Working hard

Patricia S. Bowne pbowne at omnifest.uwm.edu
Wed Mar 12 22:10:34 EST 1997


Caroline wrote:

>I totally agree with you that one can accomplish a lot outside of the
>lab.  As a postdoc, however, I surely get the impression that "face
>time" in the lab is very important.  The perception of some is that if
>you're not to be seen, you're not working....unfair, but I tend to deal
>with it by playing the game....making sure to be here always at least
>during "normal hours" and often on off hours.  Of course, the most
>important thing is to get the work done, but if it's best for me
>politically to do it when everyone else is around, unfortunately, that's
>what I do.

I agree completely with her point! But let's not just label it as 
'playing the game' and 'politics' and 'unfortunate' until we've looked
at what the game really is, in the world where you get your first
job as a faculty member or a PI.

All this perception stuff is about what kind of person your peers
will think you are, based on the evidence they gather about you.
Will they know you as a person, or as a list of publications that
mysteriously appears from midnight hours in the lab?

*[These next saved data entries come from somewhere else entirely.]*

import { join } from 'node:path';
import { afterAll, beforeAll } from 'vitest';
import { assembleApp } from '../../../server/platform/http/assemble';
import type { AccessControl, Route } from '../../../server/platform/routing';
import { HttpClient } from './http-client';
import { type Listening, listenLocally } from './listening';
import { type MemoryLog, memoryLog } from './memory-log';

interface PublicRule {
  readonly scope: 'public';
}

/** Lets everybody call everything: what is tried here is the platform, not the policies. */
const openToAll: AccessControl<PublicRule> = {
  identify: () => Promise.resolve(undefined),
  check: () => Promise.resolve(undefined),
};

export interface TestRoutes {
  readonly client: HttpClient;
  readonly logLines: readonly string[];
  /** Aborting it is what a stop of the server begins with. */
  readonly stopping: AbortController;
}

export interface TestRoutesOptions {
  readonly origin?: string;
  readonly trustedProxies?: readonly string[];
  /** Folder of built pages. */
  readonly pages?: string;
}

/** Gives a test file the platform with routes of the test's own. */
export function useRoutes(
  routes: readonly Route<PublicRule>[],
  { origin, trustedProxies = [], pages = join(import.meta.dirname, 'no-pages') }: TestRoutesOptions = {},
): () => TestRoutes {
  const stopping = new AbortController();
  const { log, lines }: MemoryLog = memoryLog();
  let listening: Listening | undefined;

  beforeAll(async () => {
    const app = assembleApp({
      http: { origin, trustedProxies },
      ...{ log, routes, pages },
      access: openToAll,
      stopping: stopping.signal,
    });
    listening = await listenLocally(app);
  });
  afterAll(() => listening?.close());

  return () => {
    if (listening === undefined) throw new Error('nothing listens before the first test');
    return { client: new HttpClient(listening.address), logLines: lines, stopping };
  };
}
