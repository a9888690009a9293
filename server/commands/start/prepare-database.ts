import { createHash } from 'node:crypto';
import { join } from 'node:path';
import process from 'node:process';
import { connectDatabase, migrate, type Seed } from '../../db';
import { APPLICATION_ROLE } from '../../db/roles';
import type { SignIn } from '../../features/demo';
import type { Configuration } from '../../platform/configuration';
import type { Log } from '../../platform/log';
import { packageRoot } from '../../platform/package-root';
import { foreignDatabase } from '../database/foreign-database';
import { makePassable } from '../database/cluster';
import { openPrivateDatabase } from '../database/private-database';
import { fillEmptyDatabase, type WaysIn } from './fill-empty-database';

export interface PreparedDatabase extends WaysIn {
  readonly url: string;
  stop(): Promise<void>;
  /** The same, without waiting. */
  abandon(): void;
}

export interface PrepareOptions {
  readonly configuration: Configuration;
  readonly log: Log;
  readonly demo: Seed<readonly SignIn[]>;
}

/** A database that can be reached, before it was brought up to date. */
interface Source {
  readonly url: string;
  readonly ownerUrl: string;
  readonly applicationRole: string | undefined;
  readonly signInFile: string;
  stop(): Promise<void>;
  abandon(): void;
}

const ONE_ROLE =
  'DATABASE_URL is the only role given: the audit table is guarded by triggers alone, which its owner could ' +
  'remove; for a stronger guard name a second role by DATABASE_OWNER_URL';

function say(line: string): void {
  process.stderr.write(`tareline: ${line}\n`);
}

/** Where the demo's sign-ins of a database on another server are kept. */
export function foreignSignInFile(home: string, databaseUrl: string): string {
  const { host, pathname } = new URL(databaseUrl);
  const digest = createHash('sha256').update(`${host}${pathname}`).digest('hex').slice(0, 12);
  return join(home, `demo-sign-ins-${digest}.json`);
}

function foreignSource({ database }: Configuration): Source | undefined {
  const foreign = foreignDatabase(database);
  if (foreign === undefined) return undefined;
  if (foreign.applicationRole === undefined) say(ONE_ROLE);
  const home = join(packageRoot, '.data');
  makePassable(home);
  return {
    ...foreign,
    signInFile: foreignSignInFile(home, foreign.url),
    stop: () => Promise.resolve(),
    abandon: () => undefined,
  };
}

async function privateSource(): Promise<Source> {
  const database = await openPrivateDatabase(packageRoot);
  return {
    ...database,
    applicationRole: APPLICATION_ROLE,
    signInFile: join(database.home, 'demo-sign-ins.json'),
  };
}

async function fill(
  { url, signInFile }: Source,
  { configuration, demo, log }: PrepareOptions,
): Promise<WaysIn> {
  const database = connectDatabase({ url, log, name: 'tareline seed' });
  try {
    return await fillEmptyDatabase({ db: database.db, configuration, demo, signInFile, now: new Date() });
  } finally {
    await database.close();
  }
}

/**
 * The database of the server: a foreign one where DATABASE_URL names it, else the private one of this checkout;
 * brought up to date, and not without a way in.
 *
 * @throws SetupFailure, SchemaMismatchError
 */
export async function prepareDatabase(options: PrepareOptions): Promise<PreparedDatabase> {
  const source = foreignSource(options.configuration) ?? (await privateSource());
  try {
    if (await migrate(source)) say('the database was brought up to date');
    return { ...source, ...(await fill(source, options)) };
  } catch (error) {
    await source.stop();
    throw error;
  }
}
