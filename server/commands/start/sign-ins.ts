import { existsSync, readFileSync, rmSync, writeFileSync } from 'node:fs';
import type { SignIn } from '../../features/demo';

/** Keeps the demo's sign-ins, for the present user's eyes only. */
export function keepSignIns(file: string, signIns: readonly SignIn[]): void {
  // A file that is there keeps its mode when it is written anew.
  rmSync(file, { force: true });
  writeFileSync(file, `${JSON.stringify(signIns, null, 2)}\n`, { mode: 0o600 });
}

/** The sign-ins of a demo; none where the database was filled without one, or from another checkout. */
export function keptSignIns(file: string): readonly SignIn[] {
  return existsSync(file) ? (JSON.parse(readFileSync(file, 'utf8')) as SignIn[]) : [];
}

/** One line for each, in columns. */
export function signInLines(signIns: readonly SignIn[]): string[] {
  const width = (pick: (signIn: SignIn) => string) =>
    Math.max(...signIns.map((signIn) => pick(signIn).length));
  const emailWidth = width(({ email }) => email);
  const passwordWidth = width(({ password }) => password);
  return signIns.map(
    ({ email, password, role }) => `${email.padEnd(emailWidth)}  ${password.padEnd(passwordWidth)}  ${role}`,
  );
}
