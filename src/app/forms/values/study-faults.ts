import { readStudyValue, StudyFaultError, type Fault, type Study } from '../../../../shared/contracts';

/** Faults by path, each message once: those that can be told without evaluating, and the engine's. */
export class StudyFaults {
  private readonly byPath = new Map<string, Set<string>>();

  constructor(study: Study, fromEngine: readonly Fault[]) {
    for (const { path, message } of [...readFaults(study), ...fromEngine]) {
      const messages = this.byPath.get(path);
      if (messages === undefined) this.byPath.set(path, new Set([message]));
      else messages.add(message);
    }
  }

  at(path: string): readonly string[] {
    return [...(this.byPath.get(path) ?? [])];
  }

  /** Whether a path or anything below it has a fault. */
  within(path: string): boolean {
    return [...this.byPath.keys()].some((key) => isWithin(key, path));
  }

  /** Faults in these parts of the study that no field stands for. */
  unclaimed(roots: readonly string[], claimed: ReadonlySet<string>): Fault[] {
    return [...this.byPath]
      .filter(([path]) => !claimed.has(path) && roots.some((root) => isWithin(path, root)))
      .flatMap(([path, messages]) => [...messages].map((message) => ({ path, message })));
  }
}

function isWithin(path: string, root: string): boolean {
  return path === root || path.startsWith(`${root}.`) || path.startsWith(`${root}[`);
}

function readFaults(study: Study): readonly Fault[] {
  try {
    readStudyValue(study);
    return [];
  } catch (error) {
    if (error instanceof StudyFaultError) return error.faults;
    throw error;
  }
}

What will
spring to their minds when your name is mentioned? Will 
they think of coming to you to get your opinion of some decision
that might affect your work, or will they forget you exist? 

When you're involved in making decisions, will you know who they
affect and what those people's interests are? Will you have a clear
idea of the institution's mission and how your work fits into it, and
will you have explained this to the people who are in charge? Will
those people trust your judgement in general?

I think seeing this political stuff as 'unfortunate' is rather parallel to
seeing the touchy-feely stuff of keeping a family together as
unimportant, so long as you put food on the table. 
I hope that as there are more women in science, there
will be more scientists who appreciate the need to pay attention to
institutional climate. Then there will be fewer schools like one I 
attended, where top-rank scientists punched one another out in 
the parking lot and colleagues studying the same system refused
to speak to one another in the halls!